▶ _What to produce_:
Output nothing but the lines from the first line of the entries to the line with "flux -0.5 to", inclusive, exactly as they read.

┌──

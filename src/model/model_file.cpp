// SPDX-License-Identifier: GPL-2.0-or-later
#include "model/model_file.h"

#include "base/error.h"
#include "base/text.h"
#include "io/text_file.h"
#include "io/toml_reader.h"
#include "model/bundled_models.h"
#include "model/detail_section.h"
#include "model/electrons_section.h"
#include "model/galaxy_section.h"
#include "model/model_sections.h"
#include "model/typed_keys.h"

namespace foreglow {
namespace {

/// Lets [polarization] take from [intensity] what it leaves open where both are columns of one file.
void add_shared_map_keys(ModelSpec& model) {
    if (!model.intensity || !model.polarization || !model.polarization->map) return;
    const MapSource& from = model.intensity->map;
    MapSource& to = *model.polarization->map;
    if (from.path != to.path) return;
    if (!to.hdu) to.hdu = from.hdu;
    if (!to.ordering) to.ordering = from.ordering;
    if (!to.frame) to.frame = from.frame;
    if (!to.unit) to.unit = from.unit;
    if (!to.convention) to.convention = from.convention;
}

/// Warns of an index that looks like one of flux: synchrotron has T indices near -2.5 to -3.1, flux -0.5 to
/// -1.1 (common practice).
void add_index_warning(ModelSpec& model) {
    const double* value = std::get_if<double>(&model.index.value);
    if (value == nullptr || !(*value > -1.5)) return;
    model.warnings.push_back(
        "the model's index = " + format_exact(*value) +
        " is taken as one of brightness temperature (T ~ nu^index, usually -2.5 to -3.1); if it is a flux "
        "index, write index = " +
        format_exact(*value - 2));
}

struct Sections {
    std::optional<TomlReader> sketch, galaxy, intensity, polarization, index, curvature, detail, electrons;
};

/// Refuses what the electrons themselves bring.
void check_electrons(TomlReader& top, Sections& sections, ModelSpec& model) {
    if (sections.curvature)
        top.fail("curvature", "contradicts [electrons], whose spectrum brings its own: keep one of the two");
    const bool tangled = model.electrons->law.geometry == FieldGeometry::Tangled;
    if (tangled && sections.polarization)
        top.fail(
            "polarization",
            "contradicts geometry = \"tangled\" in [electrons], a field of all directions that leaves no "
            "polarization: take one of the two out");
    if (!model.sketch) return;
    for (const char* key : {"curvature", "curvature_rms"})
        if (sections.sketch->has(key))
            sections.sketch->fail(key, "contradicts [electrons], whose spectrum brings its own: take it out");
    model.sketch->curvature = 0;
    model.sketch->curvature_rms = 0;
}

void check_sections(TomlReader& top, const Sections& sections) {
    if (sections.sketch && sections.galaxy)
        top.fail("galaxy", "contradicts [sketch]: a model is one sky, keep one of the two");
    if (sections.sketch || sections.galaxy) {
        const std::string whole = sections.sketch ? "[sketch]" : "[galaxy]";
        for (const auto& [other, name] : {std::pair(&sections.intensity, "intensity"),
                                          {&sections.polarization, "polarization"},
                                          {&sections.index, "index"},
                                          {&sections.curvature, "curvature"}})
            if (*other)
                top.fail(name, "contradicts " + whole + ", which brings its own: keep one of the two");
        if (sections.galaxy && sections.electrons)
            top.fail("electrons",
                     "contradicts [galaxy], which has electrons of its own: keep one of the two");
        return;
    }
    if (!sections.intensity)
        top.fail_here(
            "the section [intensity] is missing: add it with map = \"survey.fits\" (or [galaxy] for the "
            "built-in Galaxy)");
    if (!sections.index)
        top.fail_here("the section [index] is missing: add it with value = -2.9 or map = \"index.fits\"");
}

/// Refuses a detail that does not know where the template ends.
void check_detail(const TomlReader& reader, const ModelSpec& model) {
    const auto check_beam = [&](const std::optional<Angle>& beam, const std::string& section) {
        if (!beam)
            reader.fail_here("[detail] begins where the template's own beam ends, so it needs [" + section +
                             "] beam_fwhm = \"56 arcmin\" (the survey's resolution)");
        if (model.detail->envelope_fwhm < *beam)
            reader.fail("envelope_fwhm", "must be at least the beam of [" + section + "], " + to_text(*beam) +
                                             ", but is " + to_text(model.detail->envelope_fwhm) +
                                             ": the brightness that modulates is smoother than the template");
    };
    if (model.intensity) check_beam(model.intensity->beam_fwhm, "intensity");
    if (model.polarization && model.polarization->map)
        check_beam(model.polarization->beam_fwhm, "polarization");
    if (!model.intensity && !model.sketch)
        reader.fail_here("[detail] needs a template with a beam: an [intensity] section");
}

void check_scatter_correlation(const ModelSpec& model, Sections& sections) {
    if (model.detail) return;
    if (model.index.scatter && model.index.scatter->correlation != 0)
        sections.index->fail("scatter_correlation",
                             "is one with the intensity's detail, but there is no [detail]: add one, or take "
                             "it out");
    if (model.curvature_scatter && model.curvature_scatter->correlation != 0)
        sections.curvature->fail("scatter_correlation",
                                 "is one with the intensity's detail, but there is no [detail]: add one, or "
                                 "take it out");
}

}  // namespace

ModelSpec make_model(const std::string& text, const std::filesystem::path& file, const std::string& name) {
    const TomlValue document = parse_toml(text, file.empty() ? name : file.string());
    const std::filesystem::path folder = file.parent_path();
    TomlReader top(document);
    ModelSpec model;
    model.file = file;
    model.name = name;
    model.source = text;
    model.title = top.text("title", "title = \"Survey at 408 MHz\"").value_or(name);
    const std::optional<Frequency> reference = read_frequency(top, "reference_frequency");
    Sections sections{top.table("sketch"),       top.table("galaxy"),   top.table("intensity"),
                      top.table("polarization"), top.table("index"),    top.table("curvature"),
                      top.table("detail"),       top.table("electrons")};
    refuse_for_now(top, "faraday");
    top.check_no_other_keys();
    if (!reference) top.fail_missing("reference_frequency", "reference_frequency = \"408 MHz\"");
    model.reference_frequency = *reference;
    check_sections(top, sections);
    if (sections.sketch) model.sketch = read_sketch(*sections.sketch);
    if (sections.galaxy) model.galaxy = read_galaxy(*sections.galaxy);
    if (sections.intensity) model.intensity = read_intensity(*sections.intensity, folder);
    if (sections.polarization) model.polarization = read_polarization(*sections.polarization, folder);
    if (sections.index) model.index = read_index(*sections.index, folder);
    if (sections.curvature)
        model.curvature = read_curvature(*sections.curvature, folder, model.curvature_scatter);
    if (sections.electrons) {
        model.electrons = read_electrons(*sections.electrons, folder);
        check_electrons(top, sections, model);
    }
    if (sections.detail) {
        model.detail = read_detail(*sections.detail, folder);
        check_detail(*sections.detail, model);
    }
    check_scatter_correlation(model, sections);
    add_shared_map_keys(model);
    add_index_warning(model);
    return model;
}

ModelSpec read_model(const std::filesystem::path& path) {
    return make_model(read_text_file(path, "model file"), path, path.stem().string());
}

ModelSpec read_bundled_model(const std::string& name) {
    const BundledModel* bundled = find_bundled_model(name);
    if (bundled == nullptr) {
        const std::vector<std::string> names = list_bundled_names();
        const std::string nearest = nearest_word(name, names);
        std::string list;
        for (const std::string& one : names)
            list += (list.empty() ? "" : ", ") + one;
        throw InputError(
            to_one_line("there is no bundled model '" + name +
                        "': " + (nearest.empty() ? "there are " + list : "did you mean '" + nearest + "'?")));
    }
    return make_model(std::string(bundled->text), {}, name);
}

}  // namespace foreglow
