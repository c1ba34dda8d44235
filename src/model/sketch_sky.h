// SPDX-License-Identifier: GPL-2.0-or-later
#pragma once

#include "base/quantity.h"
#include "model/model_spec.h"
#include "model/sky_model.h"

namespace foreglow {

/// Makes the bundled invented sky on a grid, in galactic coordinates, from closed formulas (docs/models.md).
///
/// A disc layer (cosecant law, softened), a plane, four rings on the geometry of the radio loops (Berkhuijsen
/// 1971: centres and diameters; brightnesses invented) and Gaussian fields keyed by (seed, field, l, m), so
/// that every nside shows the same sky. Nothing in it is measured. All of it is smoother than 1 degree.
[[nodiscard]] SkyModel make_sketch_sky(const SketchSpec& sketch, Frequency reference, const HealpixGrid& grid,
                                       bool with_polarization);

}  // namespace foreglow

└──

▶ _Result of this exercise_:
filename src/model/model_file.cpp
// SPDX-License-Identifier: GPL-2.0-or-later
#include "model/model_file.h"

#include "base/error.h"
#include "base/text.h"
#include "io/text_file.h"
#include "io/toml_reader.h"
#include "model/bundled_models.h"
#include "model/detail_section.h"
#include "model/electrons_section.h"
#include "model/galaxy_section.h"
#include "model/model_sections.h"
#include "model/typed_keys.h"

namespace foreglow {
namespace {

/// Lets [polarization] take from [intensity] what it leaves open where both are columns of one file.
void add_shared_map_keys(ModelSpec& model) {
    if (!model.intensity || !model.polarization || !model.polarization->map) return;
    const MapSource& from = model.intensity->map;
    MapSource& to = *model.polarization->map;
    if (from.path != to.path) return;
    if (!to.hdu) to.hdu = from.hdu;
    if (!to.ordering) to.ordering = from.ordering;
    if (!to.frame) to.frame = from.frame;
    if (!to.unit) to.unit = from.unit;
    if (!to.convention) to.convention = from.convention;
}

/// Warns of an index that looks like one of flux: synchrotron has T indices near -2.5 to -3.1, flux -0.5 to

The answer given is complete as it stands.